(Collected data entries)
==*==

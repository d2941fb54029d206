// BuildAST.cpp - builds the AST from ANTLR's parse tree; the parse tree dies after this.
//
// Each builder method starts with the grammar rule it handles. Slips that the grammar
// cannot see (unknown units, repeated clauses) are reported here and the node is marked
// so later stages stay quiet about it.
#include "ParseInternal.h"

#include <cerrno>
#include <cmath>
#include <cstdlib>
#include <iterator>

namespace saltpan::parsing {

using P = grammar::SaltpanParser;
using namespace ast;

namespace {

class ASTBuilder {
public:
  ASTBuilder(antlr4::CommonTokenStream &tokens, const SourceFile &file, DiagnosticEngine &diags)
      : tokens_(tokens), file_(file), diags_(diags) {}

  std::unique_ptr<Module> build(P::SpecContext *spec) {
    auto module = std::make_unique<Module>();
    module->file = &file_;
    for (P::ItemContext *item : spec->item())
      if (DeclPtr d = buildItem(item)) {
        d->doc = docAbove(item->getStart());
        module->decls.push_back(std::move(d));
      }
    return module;
  }
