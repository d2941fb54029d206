// ParseInternal.h - shared between the files of compiler/parse/ only.
#pragma once
#include "../AST.h"
#include "Diagnostics.h"

#include <SaltpanLexer.h>
#include <SaltpanParser.h>
#include <antlr4-runtime.h>

namespace saltpan::parsing {

/// Converts ANTLR token positions (code points) into our locations.
inline SourceRange tokenRange(const SourceFile &file, const antlr4::Token *t) {
  if (!t || t->getType() == antlr4::Token::EOF)
    return {file.endLoc(), file.endLoc()};
  auto begin = file.locAtCodePoint(t->getStartIndex());
  auto end = t->getStopIndex() >= t->getStartIndex() ? file.locAtCodePoint(t->getStopIndex()) : begin;
  return {begin, end};
}

/// Routes ANTLR's syntax errors to the DiagnosticEngine in plain English.
class SyntaxErrorListener : public antlr4::BaseErrorListener {
public:
  SyntaxErrorListener(const SourceFile &file, DiagnosticEngine &diags) : file_(file), diags_(diags) {}
  void syntaxError(antlr4::Recognizer *recognizer, antlr4::Token *offending, size_t line,
                   size_t charPositionInLine, const std::string &msg, std::exception_ptr e) override;
  size_t count() const { return count_; }

private:
  const SourceFile &file_;
  DiagnosticEngine &diags_;
  size_t count_ = 0;
  uint32_t lastOffset_ = UINT32_MAX; // where the previous syntax error was reported
  uint32_t noiseLine_ = 0;           // a line whose rest is noise after its first error (a keyword used as a name)
};

/// Readable name of a token type: "'model'", "a name", "a number".
std::string tokenName(const antlr4::dfa::Vocabulary &vocabulary, size_t type);

/// Builds the AST from a successful parse; reports semantic slips it notices.
std::unique_ptr<ast::Module> buildModule(grammar::SaltpanParser::SpecContext *spec,
                                         antlr4::CommonTokenStream &tokens, const SourceFile &file,
                                         DiagnosticEngine &diags);

} // namespace saltpan::parsing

==*==

THE PROBLEM:
Take the records above and return, word for word, only the lines that fall from the line with "node is marked" to the line with "size_t charPositionInLine, const", both of them included.

WRITTEN ANSWER:
// cannot see (unknown units, repeated clauses) are reported here and the node is marked
// so later stages stay quiet about it.
#include "ParseInternal.h"

#include <cerrno>
#include <cmath>
#include <cstdlib>
#include <iterator>

namespace saltpan::parsing {

using P = grammar::SaltpanParser;
using namespace ast;

namespace {

class ASTBuilder {
public:
  ASTBuilder(antlr4::CommonTokenStream &tokens, const SourceFile &file, DiagnosticEngine &diags)
      : tokens_(tokens), file_(file), diags_(diags) {}

  std::unique_ptr<Module> build(P::SpecContext *spec) {
    auto module = std::make_unique<Module>();
    module->file = &file_;
    for (P::ItemContext *item : spec->item())
      if (DeclPtr d = buildItem(item)) {
        d->doc = docAbove(item->getStart());
        module->decls.push_back(std::move(d));
      }
    return module;
  }
repository d2941fb54029d206
// ParseInternal.h - shared between the files of compiler/parse/ only.
#pragma once
#include "../AST.h"
#include "Diagnostics.h"

#include <SaltpanLexer.h>
#include <SaltpanParser.h>
#include <antlr4-runtime.h>

namespace saltpan::parsing {

/// Converts ANTLR token positions (code points) into our locations.
inline SourceRange tokenRange(const SourceFile &file, const antlr4::Token *t) {
  if (!t || t->getType() == antlr4::Token::EOF)
    return {file.endLoc(), file.endLoc()};
  auto begin = file.locAtCodePoint(t->getStartIndex());
  auto end = t->getStopIndex() >= t->getStartIndex() ? file.locAtCodePoint(t->getStopIndex()) : begin;
  return {begin, end};
}

/// Routes ANTLR's syntax errors to the DiagnosticEngine in plain English.
class SyntaxErrorListener : public antlr4::BaseErrorListener {
public:
  SyntaxErrorListener(const SourceFile &file, DiagnosticEngine &diags) : file_(file), diags_(diags) {}
  void syntaxError(antlr4::Recognizer *recognizer, antlr4::Token *offending, size_t line,
                   size_t charPositionInLine, const std::string &msg, std::exception_ptr e) override;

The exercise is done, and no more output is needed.